In spite of all, I'm in constant admiration of you - how you cope with the issues and advocate for Nolan. Keep your chin up, and hope you have a lovely, relaxing Thanksgiving :D


Kyla said...

Why won't they switch him to oral abx now that it is starting to clear up? Poor guy!

KayTar is always without an ear, since aids can't help her profound loss, but we usually don't notice it. Though, the other night at dinner (at a noisy restaurant) she kept turning her face from us and we couldn't figure it out...we even switched chairs because we thought she was wanting to watch the people behind us, but nope...she was just turning her good ear towards us! LOL. I also notice it when there is a loud noise and she covers just her one ear. It always makes me chuckle a bit.

leah said...

Julie, it is a pain (literally) for him - I asked the Physician's Assistant about the pain, and he said the Ciprodex drops are acidic in nature and bother some kids. He said the steroid in the drops might play a role, too - but we do need another option (though I know our ENT is just going to suggest fundoplication, since we're fairly sure the reflux is the cause of the ear infections in the first place).

We do get frustrated, but we ARE thankful that we have insurance, and we are thankful that we live in a first world country with access to healthcare! We're looking forward to a yummy Thanksgiving!

leah said...

Kyla, I have no idea why they are SO averse to the oral abx. He only has one more day with the drops - I need to check with the otoscope to make sure the EI is gone. He has a history of getting prolonged infections that won't clear out.

Too funny about KayTar covering one ear since the other ear can't hear - Nolan covers the mics on his hearing aids or simply takes them out. We do wish Nolan had a "good ear" to compensate for the dead one - but even the "good" ear is moderately severe and dropping in hearing level. Blurgh.
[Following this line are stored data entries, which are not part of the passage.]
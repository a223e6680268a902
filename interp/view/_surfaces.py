"""Surfaces and volumes drawn with pyvista: fields, meshes, grids and differences."""

from __future__ import annotations

from pathlib import Path
from typing import TYPE_CHECKING, Any

import numpy as np

from interp._breaklines import as_lines
from interp._renamed import renamed
from interp.errors import InterpError
from interp.field import Field
from interp.polygon import as_ring
from interp.view._difference import surface_difference, volumes_text
from interp.view._look import (
    BREAKLINE_COLOUR,
    BREAKLINE_HALO,
    MARKERS,
    add_contours,
    axes_and_camera,
    caption,
    font,
    tick_decimals,
)
from interp.view._p2 import SCALARS
from interp.view._render import finish_plotter, new_plotter, off_screen_for
from interp.view._scenes import Scene, coordinate_units_of, scene_of

if TYPE_CHECKING:
    import pyvista

#: default colour map: perceptually uniform, readable in grey scale.
CMAP = "viridis"
#: colour map for differences and residuals, centred on zero.
DIVERGING_CMAP = "RdBu_r"
#: depth offsets (in units of the depth buffer's resolution) of lines drawn over cell edges
FRONT = {"breakline-halo": -20, "breaklines": -40}
#: width and height of the legend, as fractions of the picture's
LEGEND_SIZE = (0.16, 0.05)
#: the most contour levels or isosurfaces drawn: more would merge into a solid tint.
MAX_LEVELS = 100


@renamed(field="name")
def plot(
    obj: object,
    *,
    name: str | None = None,
    warp: float | None = None,
    contours: int | list[float] | None = None,
    edges: bool = False,
    points: bool | np.ndarray | None = None,
    region: object | None = None,
    breaklines: object | None = None,
    slices: int | list | None = None,
    isosurfaces: int | list[float] | None = None,
    window_size: tuple[int, int] = (1200, 900),
    cmap: str | None = None,
    clim: tuple[float, float] | None = None,
    diverging: bool = False,
    title: str | None = None,
    coordinate_units: str | None = None,
    off_screen: bool | None = None,
) -> pyvista.Plotter:
    """Build the picture of a field, mesh, grid or mesh file as a pyvista Plotter.

    Parameters
    ----------
    obj : Field, Mesh, Grid, str or Path
        What to draw.  A path is read with :func:`interp.io.read`; a Mesh without
        a field, or a file without point data, draws the mesh edges.
    name : str, optional
        Which field of a Grid or file to draw, by name (default the first).
        (``field=`` is the old spelling of this keyword.)
    warp : float, optional
        2D data only: lift the surface to z = warp * value (vertical
        exaggeration; negative to draw depths downwards).
    contours : int or list of float, optional
        Contour lines: an int n gives n levels evenly spaced strictly inside
        the range of the drawn values, a list gives the levels.
    edges : bool
        Draw the cell edges (the mesh's cells, not the sub-triangles of a
        quadratic cell; the node lines of a grid).
    points : True or array_like (n, 2 | 3), optional
        Markers on top: True for the mesh (grid) nodes, or points.  In 2D a
        third column is the point's value (its height when warped); without
        it a warped marker sits on the surface.
    region : Polygon or array_like (p, 2), optional
        2D only: outline of a region (an :class:`interp.Polygon` or one ring).
    breaklines : list of array_like (k, 2) or (k, 3), optional
        2D only: breaklines (as :func:`interp.read_lines` returns them), drawn
        in magenta over a dark halo, apart from the grey cell edges and the red
        region outline, and named in a legend; a warped picture drapes them
        on the surface.
    slices : int or list of (origin, normal), optional
        3D only: cut planes coloured by the field.  An int n gives n planes
        across the longest side of the bounding box.  A 3D grid shows three
        planes through its centre by default.
    isosurfaces : int or list of float, optional
        3D only: surfaces of equal value (an int as for ``contours``).
    window_size : (int, int)
        Width and height of the picture in pixels.
    cmap : str, optional
        Colour map name (default ``"viridis"``, or ``"RdBu_r"`` if diverging).
    clim : (float, float), optional
        Colour range (default the range of the drawn values).
    diverging : bool
        Colour on a diverging map centred on zero (differences, residuals).
    title : str, optional
        Text above the picture (default the field's name and units; ``""`` for none).
    coordinate_units : str, optional
        Units of the coordinates (``"m"``), added to the axis titles:
        ``x - 512000 (m)``; default the unit of a Grid's projected ``crs``
        (none without one).  The field's own units go on the colour bar.
    off_screen : bool, optional
        Render without a window (default: only when there is no display).

    Returns
    -------
    pyvista.Plotter
        Its actors are named (see the module documentation); quadratic cells
        are drawn subdivided so that the surface shows their curvature.

    Examples
    --------
    >>> import numpy as np
    >>> import interp
    >>> from interp.view import plot
    >>> xy = np.array([[0.0, 0], [1, 0], [0, 1], [1, 1]])
    >>> f = interp.Field(interp.triangulate(xy), xy[:, 0], name="z", units="m")
    >>> p = plot(f, contours=3, window_size=(400, 300), off_screen=True)
    >>> p.actors["surface"].mapper.scalar_range
    (0.0, 1.0)
    >>> p.close()
    """
    scene = scene_of(obj, name)
    if coordinate_units is None:
        coordinate_units = coordinate_units_of(obj)
    plotter = new_plotter(window_size, off_screen)
    try:
        _draw(
            plotter,
            scene,
            warp=warp,
            contours=contours,
            edges=edges,
            points=points,
            region=region,
            breaklines=breaklines,
            slices=slices,
            isosurfaces=isosurfaces,
            cmap=cmap,
            clim=clim,
            diverging=diverging,
            coordinate_units=coordinate_units,
        )
    except BaseException:
        plotter.close()
        raise
    if title is None:
        title = scene.label or "mesh"
    if title:
        caption(plotter, title, "title", top=True)
    return plotter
At least the new insurance plan looks like it will cover hearing aids - I have a feeling nice Phonaks would give him better sound quality (unless he drops solidly into the severe range, at which point we'd have to start considering other options).

Liz said...


Can I ask why you would have to look at other options if Nolan hearing drops to the severe range? Just curious why. My son was diagnosed bilateral moderate to severe. We don't know yet if it is progressive or not.

Have a Happy Thanksgiving!

leah said...

Hi Liz,

Nolan's hearing loss is a mixed loss, and we can only get him aided to about 35dB in the high frequencies, and about 40dB in the low frequencies. When there is a conductive component, the aids take more power to get the same amount of gain. His worst loss is in the low and mid-frequencies, which is difficult to aid (most hearing aids are designed for a typical high frequency loss, not a "reverse slope" loss).

If Nolan drops into the severe range, his current hearing aids won't be able to handle his hearing loss level. He is currently 65dB rising to 55dB (or was, as of July 2011). It only takes 10 more dB to drop him out of range for his current hearing aids.

So if he ends up in the severe range, we basically have three options:

1) Look at power aids - this is the route we are most likely to take. Phonak makes Naidas, which could handle a severe low-frequency loss.

2) Take a second look at the BAHA option, though Nolan's bone conduction results are now borderline for that device, and I would hate to have them implanted in case we have to eventually consider:

3) a cochlear implant - if Nolan drops in the severe-profound range, this could be an option. Kids with a severe hearing loss are borderline candidates, so we wouldn't consider this right away. But if options 1) and 2) don't work well for him, then we would move to this direction.

I'm pretty sure the Naidas would help a lot, but Nolan has a big difficulty with earmolds and ear infections. He goes for 2-3 months at a time without amplification because of chronic ear infections.

There is another option out there, but not FDA approved in the United States yet. Med-El has the vibrant soundbridge, which works for mixed hearing losses and doesn't require healthy ossicles to function. It is a direct-drive hearing aid for moderately severe losses - works better than the BAHA for severe mixed losses, but it isn't approved yet.